◆ Task requirements: Where the string "draftId" occurs in a line of the data below, that line should be copied.
___ Dataset excerpts ___
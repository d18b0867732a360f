import { useEffect, useRef, useState } from 'react';
import { useMutation, useQueryClient } from '@tanstack/react-query';
import { useFormState, useWatch, type UseFormReturn } from 'react-hook-form';
import { useSearchParams } from 'react-router-dom';
import {
  createDraft,
  draftContent,
  saveDraft,
  type DraftContent,
  type WeighUpDraft,
} from '#shared/weigh-up-draft.ts';
import { callApi } from '#src/api-client.ts';
import { useUrlPatch } from '#src/url-state.ts';
import type { NewWeighUpDraft, NewWeighUpForm } from './new-weigh-up-form.ts';
import { draftsQuery } from './weigh-up-queries.ts';

/** Saved this long after the last edit, ms. */
const pause = 1000;

const prices = ['priceLow', 'priceMiddle', 'priceHigh'] as const;

/** The form as a draft holds it: prices of the sheet are left to the sheet. */
export function toFormDraft(content: DraftContent | undefined): NewWeighUpDraft {
  return {
    growerName: content?.growerName ?? '',
    farmName: content?.farmName ?? '',
    areaHectares: content?.areaHectares ?? null,
    usualYield: content?.usualYield ?? null,
    priceLow: null,
    priceMiddle: null,
    priceHigh: null,
  };
}

/** Puts a draft's prices over those of the sheet, as if they had just been typed. */
export function typePrices(
  form: UseFormReturn<NewWeighUpDraft, unknown, NewWeighUpForm>,
  content: DraftContent | undefined,
): void {
  for (const name of prices) {
    const price = content?.[name] ?? null;
    if (price !== null) form.setValue(name, price, { shouldDirty: true });
  }
}

/** The address's query without the draft that it names: the question alone. */
export function questionOf(search: URLSearchParams): string {
  const question = new URLSearchParams(search);
  question.delete('draft');
  return question.toString();
}

/** What is typed may be no figure yet (NaN): a draft does not keep that. */
const figureOf = (value: number | null | undefined): number | null =>
  typeof value === 'number' && Number.isFinite(value) ? value : null;

/**
 * Keeps what is typed as a draft on the server, a second after the last edit, once there is something typed.
 * @param opened the draft that the page was opened with
 * @returns the draft's id, null before the first saving; whether it is kept as it stands; what went wrong
 */
export function useDraftSaving(
  form: UseFormReturn<NewWeighUpDraft, unknown, NewWeighUpForm>,
  opened: WeighUpDraft | undefined,
): { draftId: string | null; isKept: boolean; error: Error | null } {
  const [search] = useSearchParams();
  const patch = useUrlPatch();
  const client = useQueryClient();
  const held = useRef<WeighUpDraft | null>(opened ?? null);
  const typed = useWatch({ control: form.control });
  const { isDirty, dirtyFields } = useFormState({ control: form.control });
  const content: DraftContent = {
    question: questionOf(search),
    growerName: typed.growerName ?? '',
    farmName: typed.farmName ?? '',
    areaHectares: figureOf(typed.areaHectares),
    usualYield: figureOf(typed.usualYield),
    priceLow: dirtyFields.priceLow ? figureOf(typed.priceLow) : null,
    priceMiddle: dirtyFields.priceMiddle ? figureOf(typed.priceMiddle) : null,
    priceHigh: dirtyFields.priceHigh ? figureOf(typed.priceHigh) : null,
  };
  const text = JSON.stringify(content);
  const [saved, setSaved] = useState(opened && { id: opened.id, text: JSON.stringify(opened.content) });
  const { mutate, error } = useMutation({
    // One at a time: the revision of one saving is what the next is made over.
    scope: { id: 'weigh-up-draft' },
    mutationFn: async (written: string) => {
      held.current = await keep(held.current, draftContent.parse(JSON.parse(written)));
      return held.current.id;
    },
    onSuccess: () => client.invalidateQueries({ queryKey: draftsQuery.queryKey }),
  });
  const isWorthKeeping = isDirty || saved !== undefined;
  useEffect(() => {
    if (!isWorthKeeping || text === saved?.text) return undefined;
    const save = () =>
      mutate(text, {
        // Not told any more once the page is left, whose address it would change.
        onSuccess: (id) => {
          setSaved({ id, text });
          patch({ draft: id });
        },
      });
    const timer = setTimeout(save, pause);
    return () => clearTimeout(timer);
  }, [isWorthKeeping, text, saved, mutate, patch]);
  return { draftId: saved?.id ?? null, isKept: text === saved?.text, error };
}

/** Writes on the draft held, or begins one where there is none. */
async function keep(held: WeighUpDraft | null, content: DraftContent): Promise<WeighUpDraft> {
  if (held === null) return (await callApi(createDraft, { body: { content } })).draft;
  const { id: draftId, revision } = held;
  return (await callApi(saveDraft, { params: { draftId }, body: { revision, content } })).draft;
}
___
◆ Answer box:
): { draftId: string | null; isKept: boolean; error: Error | null } {
  return { draftId: saved?.id ?? null, isKept: text === saved?.text, error };
  const { id: draftId, revision } = held;
  return (await callApi(saveDraft, { params: { draftId }, body: { revision, content } })).draft;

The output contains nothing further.